Also ein "Falsch!" ist nicht hart ins Gericht gehen 
Der Einsatz von Stromstoßschaltern mit Rückführung auf einen SPS-Eingang war früher - als SPS noch richtig teuer war - Standard. Ein SPS-Ausgang wurde einfach parallel zu Tastern angeschlossen. Die SPS wurde zur Gruppenschaltung, Zentral-Aus und dergleichen mehr verwendet. Rückführkontakte z.B. gruppenweise parallelgeschaltet und auf einen Eingang geführt.
Deshalb gibt es eben diese Stromstoß-Schalter mit Hilfskontakt auch schon ewig. 



Larry Laffer schrieb:


> der Vorschlag ist für mich absolut logisch und macht Sinn (in dem Zusammenhang). Für mich macht es allerdings überhaupt keinen Sinn, ein speicherndes Relais an eine SPS zu hängen (aber wenn, dann so).



Doch Larry die Anforderungen von Forellengarten machen durchaus Sinn.

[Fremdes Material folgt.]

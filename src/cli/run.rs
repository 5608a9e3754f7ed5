//! Validates raw arguments into library objects, runs the library, renders.

use super::args::{
    AssignCommand, BasisArg, BoxCount, BoxLevels, BoxPhysical, BoxShape, CensusArgs,
    ClassicalModel, Cli, Command, CompareArgs, CountModel, CrossoverArgs, DiatomicLevels,
    DiatomicModel, EnsembleArgs, FileLevels, FileModel, FormatArg, HydrogenArgs, LevelsModel,
    ListArgs, MicrostatesArgs, OnlyArg, OscillatorLevels, OscillatorModel, Output, PerArg,
    RotorLevels, RotorModel, SpeciesCommand, SpeciesThermo, SpinArgs, SpinIsomerArgs, SystemLevels,
    SystemThermo, TempArgs, ThermoModel, TopLevels, TopModel, ZeemanLevels, ZeemanModel,
};
use num_rational::BigRational;
use zsum::budget::Meter;
use zsum::classical::{parse_tolerance, Classical, Quantity, SearchRange};
use zsum::error::{Error, Result};
use zsum::exact::parse_rational;
use zsum::export::{render, write_atomic, Format};
use zsum::models::level_file::LevelFile;
use zsum::models::spec::{
    AnharmonicSpec, AsymmetricTopSpec, BoxSpec, DiatomicSpec, LevelsSpec, ModelSpec, MorseSpec,
    OscillatorSpec, RotorSpec, Selection, SpecError, SphericalTopSpec, Text, TopSpec, ZeemanSpec,
};
use zsum::models::ParticleInBox;
use zsum::report::{check_digits, BoxScale, CountReport, LevelsReport, ListOptions};
use zsum::report::{HydrogenTable, MolarTable, ThermoReport};
use zsum::report::{SpeciesCard, SpeciesList};
use zsum::species::hydrogen::HydrogenGrid;
use zsum::species::{Basis, Database, Isomer, MolarGrid, MolarOptions, Translation, VibModel};
use zsum::spectrum::Budget;
use zsum::spectrum::Spectrum;
use zsum::system::{parse_energy, System};
use zsum::thermo::{parse_grid, Per};
use zsum::units::{parse_length_m, parse_mass_kg, parse_pressure, EnergyUnit};

/// Runs a parsed command line; returns text for standard output (`None` when
/// the output went to a file).
pub fn run(cli: Cli) -> Result<Option<String>> {
    match cli.command {
        Command::Levels { model, system } => match model {
            Some(LevelsModel::Box(a)) => levels_box(a),
            Some(LevelsModel::Rotor(a)) => levels_rotor(a),
            Some(LevelsModel::Top(a)) => levels_top(a),
            Some(LevelsModel::Oscillator(a)) => levels_oscillator(a),
            Some(LevelsModel::Diatomic(a)) => levels_diatomic(a),
            Some(LevelsModel::File(a)) => levels_file(a),
            Some(LevelsModel::Zeeman(a)) => levels_zeeman(a),
            None => levels_system(system),
        },
        Command::Sum { model, system } => run_thermo(model, system, false),
        Command::Thermo { model, system } => run_thermo(model, system, true),
        Command::Count {
            model: CountModel::Box(a),
        } => count_box(a),
        Command::Crossover { model, opts } => crossover(model, opts),
        Command::Species { command } => species(command),
        Command::Hydrogen(a) => hydrogen(a),
        Command::Spin(a) => spin(a),
        Command::Assign { command } => assign(command),
        Command::Census(a) => census(a),
        Command::Microstates(a) => microstates_cmd(a),
        Command::Ensemble(a) => ensemble_cmd(a),
        Command::Report { out } => report(&out),
        Command::Compare { model, opts } => compare(model, opts),
    }
}

/// The box the shape options describe (with a physical scale if `mass`
/// and `side` are given).
fn box_spec(shape: &BoxShape, mass: &Option<String>, side: &Option<String>) -> BoxSpec {
    BoxSpec {
        mass: mass.as_deref().map(Text::from),
        side: side.as_deref().map(Text::from),
        sides: shape.sides.as_deref().map(Text::from),
        dims: shape.dims.map(i64::from),
    }
}

/// The box in its own unit h²/(8 m L²).
fn box_model(shape: &BoxShape) -> Result<ParticleInBox> {
    built("box", box_spec(shape, &None, &None).build())
}

fn cutoff(text: &str) -> Result<BigRational> {
    parse_rational(text).map_err(|_| {
        Error::parse(
            "--up-to",
            text,
            "an energy in box units: a decimal such as 60 or 1e4, or a fraction such as 27/4",
        )
    })
}

fn parse_budget(text: &str) -> Result<Budget> {
    let t = text.trim();
    let (num, mult) = [
        ("KiB", 1u64 << 10),
        ("MiB", 1 << 20),
        ("GiB", 1 << 30),
        ("TiB", 1 << 40),
        ("B", 1),
    ]
    .iter()
    .find_map(|(suffix, m)| t.strip_suffix(suffix).map(|n| (n, *m)))
    .unwrap_or((t, 1));
    let bad = || {
        Error::parse(
            "--memory-budget",
            text,
            "a size such as 512MiB, 4GiB or 1e9",
        )
    };
    let v = parse_rational(num).map_err(|_| bad())?;
    let bytes = zsum::exact::floor_to_u128(&(v * BigRational::from_integer(mult.into())))
        .filter(|&b| b > 0 && b <= u64::MAX as u128)
        .ok_or_else(bad)?;
    Ok(Budget::bytes(bytes as u64))
}

fn format(f: FormatArg) -> Format {
    match f {
        FormatArg::Table => Format::Table,
        FormatArg::Json => Format::Json,
        FormatArg::Csv => Format::Csv,
        FormatArg::Markdown => Format::Markdown,
    }
}

fn emit(text: String, out: &Output) -> Result<Option<String>> {
    match &out.output {
        Some(path) => {
            write_atomic(path, &text)?;
            Ok(None)
        }
        None => Ok(Some(text)),
    }
}

fn levels_box(a: BoxLevels) -> Result<Option<String>> {
    let model = box_model(&a.shape)?;
    let cut = cutoff(&a.up_to)?;
    let budget = budgets(&a.memory_budget, &a.time_budget)?;
    let scale = match (&a.mass, &a.side) {
        (Some(m), Some(s)) => Some(BoxScale {
            mass_text: m.clone(),
            mass_kg: parse_mass_kg(m)?,
            side_text: s.clone(),
            side_m: parse_length_m(s)?,
            unit: EnergyUnit::parse(a.also.as_deref().unwrap_or("K"))?,
            digits: check_digits(a.digits.unwrap_or(zsum::report::DEFAULT_DIGITS))?,
        }),
        _ => None,
    };
    let report = LevelsReport::for_box(&model, &cut, a.states, scale.as_ref(), &budget)?;
    emit(render(&report, format(a.out.format))?, &a.out)
}

fn count_box(a: BoxCount) -> Result<Option<String>> {
    let model = box_model(&a.shape)?;
    let cut = cutoff(&a.up_to)?;
    let report = CountReport::for_box(&model, &cut, &time_budget(&a.time_budget)?)?;
    emit(render(&report, format(a.out.format))?, &a.out)
}

fn number(flag: &str, text: &str) -> Result<BigRational> {
    parse_rational(text).map_err(|_| {
        Error::parse(
            flag,
            text,
            "an exact number such as 1.99824, 5.76e-6 or 27/4",
        )
    })
}

/// A constant typed as a bare number, in `unit` (the unit --unit sets).
fn constant(flag: &str, text: &str, unit: &EnergyUnit) -> Result<Text> {
    Ok(Text::energy(&number(flag, text)?, unit))
}

fn opt_constant(flag: &str, text: &Option<String>, unit: &EnergyUnit) -> Result<Option<Text>> {
    text.as_deref().map(|t| constant(flag, t, unit)).transpose()
}

/// A cutoff in the model's unit, or with its own unit (converted exactly).
fn cutoff_in(text: &str, unit: &EnergyUnit) -> Result<BigRational> {
    if let Ok(v) = parse_rational(text) {
        return Ok(v);
    }
    let (v, u) = parse_energy(text).map_err(|_| {
        Error::parse(
            "--up-to",
            text,
            &format!(
                "an energy: a number in {unit}, or a number with a unit such as 2000cm-1 or 300K"
            ),
        )
    })?;
    u.convert(&v, unit)
}

fn list_options(l: &ListArgs) -> Result<ListOptions> {
    Ok(ListOptions {
        with_states: l.states,
        convert_to: l.also.as_deref().map(EnergyUnit::parse).transpose()?,
        digits: check_digits(l.digits)?,
        budget: budgets(&l.memory_budget, &l.time_budget)?,
    })
}

fn list_generic(model: &str, s: &dyn Spectrum, l: &ListArgs) -> Result<Option<String>> {
    let cut = cutoff_in(&l.up_to, &s.unit())?;
    let opts = list_options(l)?;
    let report = LevelsReport::build(model, s, &cut, &opts)?;
    for w in report.warnings.iter().flatten() {
        eprintln!("zsum: warning: {w}");
    }
    emit(render(&report, format(l.out.format))?, &l.out)
}

/// The option that sets a description's field, where one does.
fn option_of(kind: &str, field: &str) -> Option<String> {
    match (kind, field) {
        (_, "levels" | "file") => None,
        ("spherical_top", "D") => Some("--DJ".into()),
        (_, f) => Some(format!("--{}", f.replace('_', "-"))),
    }
}

/// A built model; an error about one field ends with the option that set
/// it.
fn built<T>(kind: &str, r: std::result::Result<T, SpecError>) -> Result<T> {
    r.map_err(|e| {
        let error = e.error();
        match e.field().and_then(|f| option_of(kind, f)) {
            Some(option) => Error::new(error.kind(), format!("{} (see {option})", error.message())),
            None => error.clone(),
        }
    })
}
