- "Khronos validator": the npm package gltf-validator run under node (skipped
  with the reason when node or the package is missing; set
  FOLDSIM_GLTF_VALIDATOR to the package's folder);
- "glTF reader": pygltflib reads the file; accessors, slerp and the node
  transforms are computed here, in this file, from the glTF specification;
- "SVG parser": svgelements; "renderer": cairosvg and resvg (each skipped when
  not importable);
- "mesh library": trimesh reads STL/OBJ back and measures area, volume and
  watertightness;
- "HTML parser": html5lib in strict mode, and the standard library's
  html.parser;
- "hand check": worked out on paper from the model's dimensions; "file":
  computed with numpy from the model file's own numbers.

"engine" values come from foldsim's kinematics (`poses_at`, `posed_faces`,
`fold_angles`, `cut_edge_gaps`): exports must reproduce them, and the hand
checks make sure the engine's values are the right ones.
"""

import base64
import csv
import html.parser
import io
import json
import math
import os
import shutil
import subprocess
from pathlib import Path

import networkx as nx
import numpy as np
import pytest

import foldsim
from foldsim.analysis.closure import cut_edge_gaps
from foldsim.cli import main
from foldsim.gearing import fold_angles, fold_schedule
from foldsim.kinematics import posed_faces, poses_at

from helpers import cube_document, strip_document, write_doc

ROOT = Path(__file__).resolve().parent.parent
GIFT_BOX = ROOT / "assets" / "gift-box.mech.json"
LANTERN = ROOT / "assets" / "lantern.mech.json"
# The documented axis change, model Z up to glTF Y up: (x, y, z) -> (x, z, -y).
Y_UP = np.array([[1.0, 0, 0], [0, 0, 1.0], [0, -1.0, 0]])


def colliding_strip_document():
    """Three unit squares in a flat strip, middle root, both hinges closing at 150°.

    Hand check: at fold angle θ the outer panels' free edges sit at x = 1 − cos θ
    and x = 2 + cos θ, both at height sin θ; they pass each other once
    cos θ < −1/2, θ > 120°, that is t > 0.8.
    """
    doc = strip_document()
    doc["name"] = "colliding strip"
    doc["units"] = "mm"
    doc["root"] = 1
    doc["hinges"] = [{"faces": [1, 0], "closed_angle_deg": 150.0},
                     {"faces": [1, 2], "closed_angle_deg": 150.0}]
    return doc


@pytest.fixture
def strip150(tmp_path):
    return write_doc(tmp_path, colliding_strip_document(), "strip150.mech.json")


@pytest.fixture
def inch_cube(tmp_path):
    doc = cube_document()
    doc["units"] = "in"
    return write_doc(tmp_path, doc, "inch-cube.mech.json")


def run_export(model, out, *options):
    """`foldsim export MODEL --to OUT OPTIONS...`; asserts success and returns the path."""
    code = main(["export", str(model), "--to", str(out), *map(str, options)])
    assert code == 0
    return out


def engine_faces(mech, t):
    """Engine's posed vertices of every face at drive value t."""
    return posed_faces(mech, poses_at(mech, fold_schedule(mech), np.array([t]))[0])


def file_edge_lengths(doc):
    """Perimeter of every face, from the file's own vertices (numpy only)."""
    v = np.array(doc["vertices"], float)
    return [float(np.linalg.norm(v[f] - v[np.roll(f, -1)], axis=1).sum()) for f in map(np.array, doc["faces"])]


# ================================================================= glTF

def _validator_dir():
    """The gltf-validator npm package's folder, or None."""
    candidates = [os.environ.get("FOLDSIM_GLTF_VALIDATOR", "")]
    candidates += [str(p / "node_modules" / "gltf-validator") for p in
                   (ROOT / ".cache" / "gltf-validator", Path("/tmp/gltfv"))]
    for c in candidates:
        if c and (Path(c) / "package.json").is_file():
            return Path(c)
    return None


VALIDATE_JS = """
const fs = require('fs');
const validator = require(process.argv[2]);
validator.validateBytes(new Uint8Array(fs.readFileSync(process.argv[3])), {maxIssues: 200})
  .then((r) => console.log(JSON.stringify(r.issues)), (e) => { console.error(String(e)); process.exit(3); });
"""


def khronos_validate(path, tmp_path):
    node = shutil.which("node")
    package = _validator_dir()
    if node is None:
        pytest.skip("node is not on PATH: the Khronos glTF validator (npm gltf-validator) cannot run")
    if package is None:
        pytest.skip("npm package gltf-validator not found: set FOLDSIM_GLTF_VALIDATOR to its folder "
                    "(npm install --prefix DIR gltf-validator; DIR/node_modules/gltf-validator)")
    script = tmp_path / "validate.js"
    script.write_text(VALIDATE_JS, encoding="utf-8")
    done = subprocess.run([node, str(script), str(package), str(path)], capture_output=True, text=True,
                          timeout=300)
    assert done.returncode == 0, done.stderr
    return json.loads(done.stdout)


@pytest.mark.parametrize("suffix", [".glb", ".gltf"])
@pytest.mark.parametrize("model, options", [
    ("gift-box", []), ("lantern", ["--frames", "7"]), ("strip150", ["--from", "-1", "--to-t", "1"])])
def test_gltf_passes_the_khronos_validator(tmp_path, strip150, suffix, model, options):
    source = {"gift-box": GIFT_BOX, "lantern": LANTERN, "strip150": strip150}[model]
    out = run_export(source, tmp_path / f"m{suffix}", *options)
    issues = khronos_validate(out, tmp_path)  # Khronos validator
    assert issues["numErrors"] == 0, issues["messages"]
    assert issues["numWarnings"] == 0, issues["messages"]


def _load_gltf(path):
    """Document and binary buffer, read with pygltflib (buffer decoded here)."""
    import pygltflib

    gltf = pygltflib.GLTF2.load(str(path))
    assert len(gltf.buffers) == 1
    uri = gltf.buffers[0].uri
    if uri:
        head, data = uri.split(",", 1)
        assert head == "data:application/octet-stream;base64"
        blob = base64.b64decode(data)
    else:
        blob = gltf.binary_blob()
    assert len(blob) >= gltf.buffers[0].byteLength
    return gltf, blob


def _accessor(gltf, blob, index):
    """An accessor's values as float64 (glTF 2.0 §5.1: tightly packed unless byteStride)."""
    acc = gltf.accessors[index]
    view = gltf.bufferViews[acc.bufferView]
    dtype = {5126: "<f4", 5125: "<u4", 5123: "<u2"}[acc.componentType]
    width = {"SCALAR": 1, "VEC3": 3, "VEC4": 4}[acc.type]
    assert view.byteStride in (None, width * np.dtype(dtype).itemsize)
    start = (view.byteOffset or 0) + (acc.byteOffset or 0)
    values = np.frombuffer(blob, dtype, count=acc.count * width, offset=start).astype(float)
    return values.reshape(acc.count, width) if width > 1 else values


def _slerp(q0, q1, s):
    """Spherical linear interpolation of unit quaternions (x, y, z, w), shortest arc."""
    d = float(q0 @ q1)
    if d < 0:
        q1, d = -q1, -d
    if d > 1 - 1e-12:
        q = q0 + s * (q1 - q0)
        return q / np.linalg.norm(q)
    angle = math.acos(d)
    return (math.sin((1 - s) * angle) * q0 + math.sin(s * angle) * q1) / math.sin(angle)


def _quat_matrix(q):
    x, y, z, w = q / np.linalg.norm(q)
    return np.array([[1 - 2 * (y * y + z * z), 2 * (x * y - z * w), 2 * (x * z + y * w)],
                     [2 * (x * y + z * w), 1 - 2 * (x * x + z * z), 2 * (y * z - x * w)],
                     [2 * (x * z - y * w), 2 * (y * z + x * w), 1 - 2 * (x * x + y * y)]])


def _local(node, rotation=None):
    """A node's local matrix T * R * S (glTF 2.0 §3.5.3)."""
    if node.matrix:
        return np.array(node.matrix, float).reshape(4, 4).T
    m = np.eye(4)
    q = np.array(rotation if rotation is not None else (node.rotation or [0, 0, 0, 1]), float)
    m[:3, :3] = _quat_matrix(q) * np.array(node.scale or [1, 1, 1], float)
    m[:3, 3] = node.translation or [0, 0, 0]
    return m


def sample_gltf(gltf, blob, time=None):
    """World vertex positions of every mesh node: {face: (k, 3)}.

    With ``time`` the first animation is sampled (LINEAR = slerp between the
    bracketing keys); without it the nodes' static rotations are used.
    """
    animated = {}
    if time is not None:
        anim = gltf.animations[0]
        for channel in anim.channels:
            sampler = anim.samplers[channel.sampler]
            assert sampler.interpolation == "LINEAR" and channel.target.path == "rotation"
            keys = _accessor(gltf, blob, sampler.input)
            values = _accessor(gltf, blob, sampler.output)
            k = int(np.clip(np.searchsorted(keys, time, side="right") - 1, 0, len(keys) - 2))
            s = float(np.clip((time - keys[k]) / (keys[k + 1] - keys[k]), 0.0, 1.0))
            animated[channel.target.node] = _slerp(values[k], values[k + 1], s)
    out = {}

    def walk(index, parent):
        node = gltf.nodes[index]
        world = parent @ _local(node, animated.get(index))
        if node.mesh is not None:
            mesh = gltf.meshes[node.mesh]
            pts = _accessor(gltf, blob, mesh.primitives[0].attributes.POSITION)
            face = int(node.name.split()[-1])
            out[face] = pts @ world[:3, :3].T + world[:3, 3]
        for child in node.children or []:
            walk(child, world)

    for index in gltf.scenes[gltf.scene or 0].nodes:
        walk(index, np.eye(4))
    return out


def _time_of(t, t_from, t_to, seconds):
    return seconds * (t - t_from) / (t_to - t_from)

Die Handbedienung am Eltako ist selbsterklärend
Ein Stromstoßschalter braucht keine Halteenergie
Brummt nicht (kein Bienenschwarm in der Verteilung)
Bei SPS-Ausfall / -Tausch kann man leicht einen Notbetrieb herstellen.
Normalbetrieb: Taster -> Eingang | Ausgang -> Stromstoßschalter
Notbetrieb: Taster -> Stromstoßschalter
Das sollte jeder Elektriker schaffen.
Ich bin gerade beim Renovieren. Es gibt eine Zentralinstallation auf eine Wago 750-841. Der Großteil meiner Lichtsteuerung wird über Dali realisiert. Aber an ein paar Schlüsselstellen (Eingang, Flur, ...) kommt auch diese "Uralt-Schaltung" aus den o.g. Gründen zum Einsatz. 

Gruß
Dieter


----------



## forellengarten (12 Oktober 2010)

dann habe ich's wohl langsam kapiert und fasse meine Erkenntnisse wie folgt zusammen:

1) mein gesuchtes Relais scheint es wirklich kaum zu geben
2) meine Idee ist -in meiner gedachten Ausführungsart- wohl nicht so gut
3) Blockmove hat vermutlich Erfahrung und recht 

Danke euch allen für eure wertvollen Inputs!


----------



## Cassandra (12 Oktober 2010)

Hall Forellengarten,
jetzt bin ich aber enttäuscht von dir. Wenn du schon jetzt aufgeben willst, wird dein Haus nie fertig!
Sieh mal hier, wäre das nicht die Lösung? 
LG Cassandra


----------



## forellengarten (12 Oktober 2010)

Cassandra schrieb:


> Hall Forellengarten,
> jetzt bin ich aber enttäuscht von dir. Wenn du schon jetzt aufgeben willst, wird dein Haus nie fertig!
> Sieh mal hier, wäre das nicht die Lösung?
> LG Cassandra


 
Cassandra,
du mußt nicht enttäuscht sein . Ich habe eingesehen daß ich am Holzweg war und mich umorientieren muß. Fest steht daß ich schon bald (seeeehr bald) eine vernünftige Lösung benötige. Von der Beckhoffschen-Lösung möchte ich mich zur Leistungsschaltung lösen (Ruhestromverbrauch, Kanalpreis, Flexibilität, etc), von den Dimmerklemmen abgesehen.


----------



## Blockmove (12 Oktober 2010)

Cassandra schrieb:


> Hall Forellengarten,
> jetzt bin ich aber enttäuscht von dir. Wenn du schon jetzt aufgeben willst, wird dein Haus nie fertig!
> Sieh mal hier, wäre das nicht die Lösung?
> LG Cassandra



Cassandra die Beckhoff-Klemme hat keinen nennenswerten Vorteil gegenüber einem simplem mechanischen Eltako mit Rückführung. Einzig die Umschaltung Hand / Auto ist ein Unterschied. Ob dies den Preisunterschied rechtfertigt?

Gruß
Dieter


----------



## Onkel Dagobert (10 November 2010)

Suche mal nach "Latching Relay" oder "Kipprelais", man findet eine ganze Menge, z.Bsp. bei GRUNER, HENGSTLER oder SCHLEICHER.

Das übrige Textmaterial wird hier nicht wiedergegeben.